Recipe by Diana #2
Yes, this is the thirteenth entry for this particular recipe, and yes, it is different from all the rest. This is one of the most requested desserts I have. Easy to put together, and ohhhhhh soooooo gooooood. (People actually make strange noises while eating it.) It will keep for a few days in the fridge, but only if you padlock the door. :) Cooking time does not include the time needed for chilling. NOTE: whipped cream is measured after it has been whipped.
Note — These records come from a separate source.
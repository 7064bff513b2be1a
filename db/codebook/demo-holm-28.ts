import type { MachineModel } from '@/lib/model/machine-model'
import { component, demoParts, winding } from './demo-build'
import { type DemoComponent, page } from './demo-figures'

const COMPONENTS: DemoComponent[] = [
  component({
    id: 'ignitionCoil1',
    name: 'Ignition coil on the flywheel rim',
    place: 'Under the fan cowl, beside the flywheel; coil and ignition box in one.',
    setups: ['sidePanelOff', 'coilPlugOff'],
    fasteners: 'Cowl: four bolts, 10 mm head. Coil: two bolts, 8 mm head.',
    connector: 'One blade.',
    pins: [['1', 'black', 'stop wire: to ground it stops']],
    torqueNm: 9,
    page: 18,
    values: [
      winding('primaryResistance', 'Primary resistance, blade to iron core', [0.9, 20]),
      { id: 'gap', name: 'Gap to the flywheel magnets', quantity: 'length', low: 0.25, high: 0.4 },
    ],
  }),
  component({
    id: 'plug1',
    name: 'Spark plug',
    place: 'Front of the head.',
    setups: ['plugOut'],
    fasteners: 'Plug hexagon 21 mm, engine cold.',
    torqueNm: 20,
    page: 9,
    values: [{ id: 'gap', name: 'Plug gap', quantity: 'length', low: 0.7, high: 0.8 }],
  }),
  component({
    id: 'carburettor1',
    name: 'Carburettor and tap',
    place: 'Behind the air box, tap below the tank.',
    setups: ['carburettorOff'],
    fasteners: 'Two nuts, 10 mm; bowl: one bolt, 10 mm head.',
    torqueNm: 9,
    page: 14,
  }),
  component({
    id: 'airBox',
    name: 'Air box and filter',
    place: 'Rear, behind one clip; foam.',
    setups: ['airboxOpen'],
    fasteners: 'One clip.',
    page: 11,
  }),
  component({
    id: 'valves',
    name: 'Valves',
    place: 'Under the cover on the head.',
    setups: ['valveCoverOff'],
    fasteners: 'Cover: four bolts, 10 mm head, new gasket.',
    torqueNm: 8,
    page: 22,
    values: [
      {
        id: 'intakeGap',
        name: 'Intake valve gap, cold',
        quantity: 'length',
        low: 0.13,
        high: 0.17,
        conditions: 'Engine cold, piston at the top',
      },
      {
        id: 'exhaustGap',
        name: 'Exhaust valve gap, cold',
        quantity: 'length',
        low: 0.18,
        high: 0.22,
        conditions: 'Engine cold, piston at the top',
      },
    ],
  }),
  component({
    id: 'oilSwitch1',
    name: 'Low-oil switch',
    place: 'In the crankcase, rear; its yellow wire stops the ignition when oil is low.',
    fasteners: 'Two bolts, 10 mm head.',
    connector: 'One blade.',
    pins: [['1', 'yellow', 'to the stop wire; closes to ground with low oil']],
    torqueNm: 9,
    page: 20,
  }),
  component({
    id: 'stopSwitch',
    name: 'Stop switch',
    place: 'Front panel. This circuit closes to stop: open in run.',
    fasteners: 'One ring nut.',
    connector: 'Two blades.',
    pins: [
      ['1', 'black', 'to the coil'],
      ['2', 'green', 'ground'],
    ],
    page: 19,
  }),
  component({
    id: 'recoil1',
    name: 'Recoil starter',
    place: 'On the fan cowl.',
    fasteners: 'Three bolts, 10 mm head. Pre-load: three turns of the sheave.',
    torqueNm: 6,
    page: 25,
  }),
]

/** The parts the demo shop buys for this model; numbers, prices and failure shares are invented. */
const PARTS = demoParts([
  ['ignitionCoil', ['TL-0028-018', 5200, 2], ['AX-7728', 1900, 7]],
  ['sparkPlug', ['TL-0028-009', 600, 1], ['AX-0318', 300, 2]],
  ['plugCap', ['TL-0028-010', 700, 2], ['AX-7755', 400, 4]],
  ['carburettorKit', ['TL-0028-014', 2400, 1], ['AX-1428', 1100, 5]],
  ['fuelFilter', ['TL-0028-015', 500, 1], ['AX-2228', 300, 2]],
  ['airFilter', ['TL-0028-011', 900, 1], ['AX-1128', 500, 2]],
  ['stopSwitch', ['TL-0028-019', 1400, 1]],
  ['recoilRope', ['TL-0028-025', 600, 1], ['AX-2528', 300, 3]],
  ['recoilSpringPart', ['TL-0028-026', 1200, 2], ['AX-2628', 700, 6]],
])

/** Unit 51 of the demo fleet: the engine of the camp's lighting set. Maker, model and every figure are invented. */
export const HOLM_28: MachineModel = {
  id: '01980000-0000-7000-8000-000000000210',
  maker: 'Tarnholt',
  model: 'Holm 28',
  features: {
    kind: 'smallEngine',
    strokes: 'four',
    fuelling: 'carburettor',
    battery: 'no',
    primesAtKeyOn: 'no',
    coilType: 'capacitive',
    cooling: 'air',
    drive: 'shaft',
    neutral: 'no',
    electricStart: 'no',
    handStart: 'recoil',
    electronicThrottle: 'no',
    steeringAssist: 'no',
    cylinders: 'one',
  },
  specSheet: {
    showCodes: {
      steps: ['This engine stores no codes. There is nothing to read out.'],
      clearSteps: ['Nothing to clear.'],
      source: page(4),
    },
    components: COMPONENTS,
    cutOut: 'closesToStop',
    engagementRpm: null,
    massKg: 44,
    towPreparation:
      'Fuel tap shut, cables off, engine cold. Two people lift it by the frame; carry it upright, never on its side.',
    parts: PARTS,
    demo: true,
  },
  source: 'demo, invented',
}
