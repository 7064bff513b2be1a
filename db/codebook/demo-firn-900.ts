import type { MachineModel } from '@/lib/model/machine-model'
import { demoParts } from './demo-build'
import { page } from './demo-figures'
import { FIRN_900_ENGINE } from './demo-firn-900-engine'
import { FIRN_900_MACHINE } from './demo-firn-900-machine'

/** The parts the demo shop buys for this model; numbers, prices and failure shares are invented. */
const PARTS = demoParts([
  ['ignitionCoil', ['TN-0900-131', 14900, 2], ['AX-7795', 5200, 9]],
  ['sparkPlug', ['TN-0900-130', 1800, 1], ['AX-0325', 1000, 2]],
  ['relay', ['TM-0900-075', 2200, 1], ['AX-5104', 800, 3]],
  ['fuseSet', ['TM-0900-060', 900, 1], ['AX-5060', 400, 1]],
  ['injector', ['TN-0900-140', 16900, 2]],
  ['fuelPumpUnit', ['TN-0900-142', 46900, 3], ['AX-2290', 20900, 12]],
  ['fuelFilter', ['TN-0900-143', 4200, 1], ['AX-2293', 1900, 3]],
  ['crankSensorUnit', ['TN-0900-150', 10900, 2]],
  ['coolantSensorUnit', ['TN-0900-152', 3900, 1], ['AX-1529', 1600, 4]],
  ['throttleBodyUnit', ['TN-0900-145', 72900, 2]],
  ['gripUnit', ['TN-0900-146', 24900, 3]],
  ['battery12V', ['TN-0900-160', 15900, 3], ['AX-1295', 8900, 6]],
  ['groundStrap', ['TN-0900-161', 2600, 1], ['AX-1209', 1200, 1]],
  ['stopSwitch', ['TN-0900-163', 5600, 1]],
  ['codedKey', ['TN-0900-164', 8900, 1]],
  ['driveBelt', ['TN-0900-180', 17900, 2], ['AX-1809', 9200, 9]],
  ['slideSet', ['TN-0900-185', 6400, 1], ['AX-1859', 3300, 3]],
  ['padSet', ['TN-0900-190', 5900, 1], ['AX-1909', 2800, 4]],
])

/** Unit 24 of the demo fleet: a four-stroke snowmobile, three cylinders, electronic throttle. Maker, model and every figure are invented. */
export const FIRN_900: MachineModel = {
  id: '01980000-0000-7000-8000-000000000207',
  maker: 'Tarnholt',
  model: 'Firn 900',
  features: {
    kind: 'snowmobile',
    strokes: 'four',
    fuelling: 'injection',
    battery: 'yes',
    primesAtKeyOn: 'yes',
    coilType: 'inductive',
    cooling: 'snow',
    drive: 'belt',
    neutral: 'no',
    electricStart: 'yes',
    handStart: 'none',
    electronicThrottle: 'yes',
    steeringAssist: 'no',
    cylinders: 'more',
  },
  specSheet: {
    showCodes: {
      steps: [
        'Tether in, key on, engine off.',
        'Hold the lower dash button until "dia" shows, about seven seconds.',
        'Number and kind show one after the other, three seconds each.',
        'Press the button once for the next code; "0000" means no more codes.',
        'Photograph each page before the key goes off.',
      ],
      clearSteps: [
        'Record every code first. A cleared code does not come back on its own.',
        'At "0000" hold the button for ten seconds, until the display goes blank.',
        'Key off for twenty seconds. Start it and show the codes again.',
      ],
      source: page(195),
    },
    components: [...FIRN_900_ENGINE, ...FIRN_900_MACHINE],
    cutOut: 'opensToStop',
    engagementRpm: 2600,
    massKg: 291,
    towPreparation:
      'Belt off: it has no neutral. On a deck or on rollers under the track; on a bar at walking pace, nobody on it downhill. The brake acts through the chain case: with a broken chain there is none, so try it first.',
    parts: PARTS,
    demo: true,
  },
  source: 'demo, invented',
}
- 1⁄2 cup butter, soft (margarine works very well)
- 3 teaspoons sugar
- 1 cup flour
- 1 cup pecans, coarsely chopped
- 8 ounces cream cheese, soft
- 1 cup icing sugar
- 2 cups whipped cream
- 1 (106 g) package chocolate instant pudding, 4 serving size
- 1 (106 g) package instant vanilla pudding, 4 serving size
- 2 cups milk
- 1 1⁄2 cups whipped cream
- 1 chocolate bar, grated
Directions See How It's Made
- Beat together the butter and sugar. Blend in flour, then stir in the chopped pecans.
- Press mixture into a 9 x 13 pan. Bake for 25 minutes at 350*. Cool.
- Combine cream cheese, and icing sugar. Add 2 cups whipped cream.
- Pour this mixture over the crust.
- Combine both pudding mixes with the milk. Pour over cheese mixture.
- Ice with 1-1/2 cups whipped cream and sprinkle with grated chocolate.
- Chill for at least 4 hours before serving.